Exercise aim. Complete, exact copies of all entries are needed.

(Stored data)

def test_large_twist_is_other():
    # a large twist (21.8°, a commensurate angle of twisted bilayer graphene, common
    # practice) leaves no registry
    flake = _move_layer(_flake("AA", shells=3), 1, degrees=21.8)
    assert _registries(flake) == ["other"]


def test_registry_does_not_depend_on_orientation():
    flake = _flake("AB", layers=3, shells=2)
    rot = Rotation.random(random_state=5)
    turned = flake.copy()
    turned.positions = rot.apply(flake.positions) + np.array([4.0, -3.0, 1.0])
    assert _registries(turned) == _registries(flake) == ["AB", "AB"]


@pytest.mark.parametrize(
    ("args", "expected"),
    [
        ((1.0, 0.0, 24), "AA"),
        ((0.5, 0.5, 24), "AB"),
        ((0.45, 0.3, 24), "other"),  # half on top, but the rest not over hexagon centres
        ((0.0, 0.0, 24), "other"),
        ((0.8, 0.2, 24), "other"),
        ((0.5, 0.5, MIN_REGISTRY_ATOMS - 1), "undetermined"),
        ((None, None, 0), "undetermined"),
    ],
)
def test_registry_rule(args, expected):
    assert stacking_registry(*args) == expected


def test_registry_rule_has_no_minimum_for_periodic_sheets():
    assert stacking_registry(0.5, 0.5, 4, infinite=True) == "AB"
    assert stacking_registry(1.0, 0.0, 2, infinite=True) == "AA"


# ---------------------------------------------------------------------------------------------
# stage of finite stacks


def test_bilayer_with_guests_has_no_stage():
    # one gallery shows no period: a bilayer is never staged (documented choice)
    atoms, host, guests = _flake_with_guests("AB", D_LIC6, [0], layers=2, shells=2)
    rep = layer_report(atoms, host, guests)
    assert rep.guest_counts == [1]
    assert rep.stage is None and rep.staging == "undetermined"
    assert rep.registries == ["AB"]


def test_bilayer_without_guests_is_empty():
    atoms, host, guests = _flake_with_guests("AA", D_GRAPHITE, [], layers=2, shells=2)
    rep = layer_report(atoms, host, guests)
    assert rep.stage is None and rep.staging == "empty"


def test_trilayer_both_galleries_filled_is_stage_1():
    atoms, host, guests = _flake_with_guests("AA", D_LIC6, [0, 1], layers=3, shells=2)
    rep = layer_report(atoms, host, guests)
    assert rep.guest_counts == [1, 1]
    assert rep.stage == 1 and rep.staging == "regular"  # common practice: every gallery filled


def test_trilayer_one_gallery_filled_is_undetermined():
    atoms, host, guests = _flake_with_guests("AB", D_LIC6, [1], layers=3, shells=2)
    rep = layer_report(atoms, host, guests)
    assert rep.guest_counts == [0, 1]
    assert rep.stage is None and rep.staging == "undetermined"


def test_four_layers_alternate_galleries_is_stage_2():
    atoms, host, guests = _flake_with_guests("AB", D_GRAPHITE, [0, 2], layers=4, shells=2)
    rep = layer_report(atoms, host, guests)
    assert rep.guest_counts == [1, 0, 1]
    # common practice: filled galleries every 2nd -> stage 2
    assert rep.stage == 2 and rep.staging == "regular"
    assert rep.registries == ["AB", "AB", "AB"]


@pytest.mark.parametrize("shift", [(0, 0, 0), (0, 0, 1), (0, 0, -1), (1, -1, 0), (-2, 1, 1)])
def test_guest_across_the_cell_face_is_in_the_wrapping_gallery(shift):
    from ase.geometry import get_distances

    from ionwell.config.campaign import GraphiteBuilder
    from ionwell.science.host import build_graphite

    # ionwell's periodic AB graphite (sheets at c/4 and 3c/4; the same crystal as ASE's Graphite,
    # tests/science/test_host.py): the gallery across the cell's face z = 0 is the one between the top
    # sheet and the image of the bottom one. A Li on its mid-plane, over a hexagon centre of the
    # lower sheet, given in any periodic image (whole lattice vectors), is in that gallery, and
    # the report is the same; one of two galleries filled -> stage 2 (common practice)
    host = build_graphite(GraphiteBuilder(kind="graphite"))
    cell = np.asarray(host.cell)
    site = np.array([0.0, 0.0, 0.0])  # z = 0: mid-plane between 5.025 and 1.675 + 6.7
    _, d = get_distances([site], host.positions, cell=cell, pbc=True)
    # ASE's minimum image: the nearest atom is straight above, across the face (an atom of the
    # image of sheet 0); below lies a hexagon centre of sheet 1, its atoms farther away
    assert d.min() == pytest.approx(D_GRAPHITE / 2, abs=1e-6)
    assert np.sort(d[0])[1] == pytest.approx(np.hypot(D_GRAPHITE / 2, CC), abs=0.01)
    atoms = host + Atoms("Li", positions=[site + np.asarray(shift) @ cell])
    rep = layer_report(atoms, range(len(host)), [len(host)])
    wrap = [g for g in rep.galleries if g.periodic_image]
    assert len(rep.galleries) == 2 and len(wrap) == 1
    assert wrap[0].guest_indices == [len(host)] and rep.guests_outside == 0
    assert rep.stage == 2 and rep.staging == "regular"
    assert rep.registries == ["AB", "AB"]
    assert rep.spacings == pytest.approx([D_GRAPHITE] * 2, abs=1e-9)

Solution for this task.
def test_large_twist_is_other():
    # a large twist (21.8°, a commensurate angle of twisted bilayer graphene, common
    # practice) leaves no registry
    flake = _move_layer(_flake("AA", shells=3), 1, degrees=21.8)
    assert _registries(flake) == ["other"]


def test_registry_does_not_depend_on_orientation():
    flake = _flake("AB", layers=3, shells=2)
    rot = Rotation.random(random_state=5)
    turned = flake.copy()
    turned.positions = rot.apply(flake.positions) + np.array([4.0, -3.0, 1.0])
    assert _registries(turned) == _registries(flake) == ["AB", "AB"]


@pytest.mark.parametrize(
    ("args", "expected"),
    [
        ((1.0, 0.0, 24), "AA"),
        ((0.5, 0.5, 24), "AB"),
        ((0.45, 0.3, 24), "other"),  # half on top, but the rest not over hexagon centres
        ((0.0, 0.0, 24), "other"),
        ((0.8, 0.2, 24), "other"),
        ((0.5, 0.5, MIN_REGISTRY_ATOMS - 1), "undetermined"),
        ((None, None, 0), "undetermined"),
    ],
)
def test_registry_rule(args, expected):
    assert stacking_registry(*args) == expected


def test_registry_rule_has_no_minimum_for_periodic_sheets():
    assert stacking_registry(0.5, 0.5, 4, infinite=True) == "AB"
    assert stacking_registry(1.0, 0.0, 2, infinite=True) == "AA"


# ---------------------------------------------------------------------------------------------
# stage of finite stacks


def test_bilayer_with_guests_has_no_stage():
    # one gallery shows no period: a bilayer is never staged (documented choice)
    atoms, host, guests = _flake_with_guests("AB", D_LIC6, [0], layers=2, shells=2)
    rep = layer_report(atoms, host, guests)
    assert rep.guest_counts == [1]
    assert rep.stage is None and rep.staging == "undetermined"
    assert rep.registries == ["AB"]


def test_bilayer_without_guests_is_empty():
    atoms, host, guests = _flake_with_guests("AA", D_GRAPHITE, [], layers=2, shells=2)
    rep = layer_report(atoms, host, guests)
    assert rep.stage is None and rep.staging == "empty"


def test_trilayer_both_galleries_filled_is_stage_1():
    atoms, host, guests = _flake_with_guests("AA", D_LIC6, [0, 1], layers=3, shells=2)
    rep = layer_report(atoms, host, guests)
    assert rep.guest_counts == [1, 1]
    assert rep.stage == 1 and rep.staging == "regular"  # common practice: every gallery filled


def test_trilayer_one_gallery_filled_is_undetermined():
    atoms, host, guests = _flake_with_guests("AB", D_LIC6, [1], layers=3, shells=2)
    rep = layer_report(atoms, host, guests)
    assert rep.guest_counts == [0, 1]
    assert rep.stage is None and rep.staging == "undetermined"


def test_four_layers_alternate_galleries_is_stage_2():
    atoms, host, guests = _flake_with_guests("AB", D_GRAPHITE, [0, 2], layers=4, shells=2)
    rep = layer_report(atoms, host, guests)
    assert rep.guest_counts == [1, 0, 1]
    # common practice: filled galleries every 2nd -> stage 2
    assert rep.stage == 2 and rep.staging == "regular"
    assert rep.registries == ["AB", "AB", "AB"]


@pytest.mark.parametrize("shift", [(0, 0, 0), (0, 0, 1), (0, 0, -1), (1, -1, 0), (-2, 1, 1)])
def test_guest_across_the_cell_face_is_in_the_wrapping_gallery(shift):
    from ase.geometry import get_distances

    from ionwell.config.campaign import GraphiteBuilder
    from ionwell.science.host import build_graphite

    # ionwell's periodic AB graphite (sheets at c/4 and 3c/4; the same crystal as ASE's Graphite,
    # tests/science/test_host.py): the gallery across the cell's face z = 0 is the one between the top
    # sheet and the image of the bottom one. A Li on its mid-plane, over a hexagon centre of the
    # lower sheet, given in any periodic image (whole lattice vectors), is in that gallery, and
    # the report is the same; one of two galleries filled -> stage 2 (common practice)
    host = build_graphite(GraphiteBuilder(kind="graphite"))
    cell = np.asarray(host.cell)
    site = np.array([0.0, 0.0, 0.0])  # z = 0: mid-plane between 5.025 and 1.675 + 6.7
    _, d = get_distances([site], host.positions, cell=cell, pbc=True)
    # ASE's minimum image: the nearest atom is straight above, across the face (an atom of the
    # image of sheet 0); below lies a hexagon centre of sheet 1, its atoms farther away
    assert d.min() == pytest.approx(D_GRAPHITE / 2, abs=1e-6)
    assert np.sort(d[0])[1] == pytest.approx(np.hypot(D_GRAPHITE / 2, CC), abs=0.01)
    atoms = host + Atoms("Li", positions=[site + np.asarray(shift) @ cell])
    rep = layer_report(atoms, range(len(host)), [len(host)])
    wrap = [g for g in rep.galleries if g.periodic_image]
    assert len(rep.galleries) == 2 and len(wrap) == 1
    assert wrap[0].guest_indices == [len(host)] and rep.guests_outside == 0
    assert rep.stage == 2 and rep.staging == "regular"
    assert rep.registries == ["AB", "AB"]
    assert rep.spacings == pytest.approx([D_GRAPHITE] * 2, abs=1e-9)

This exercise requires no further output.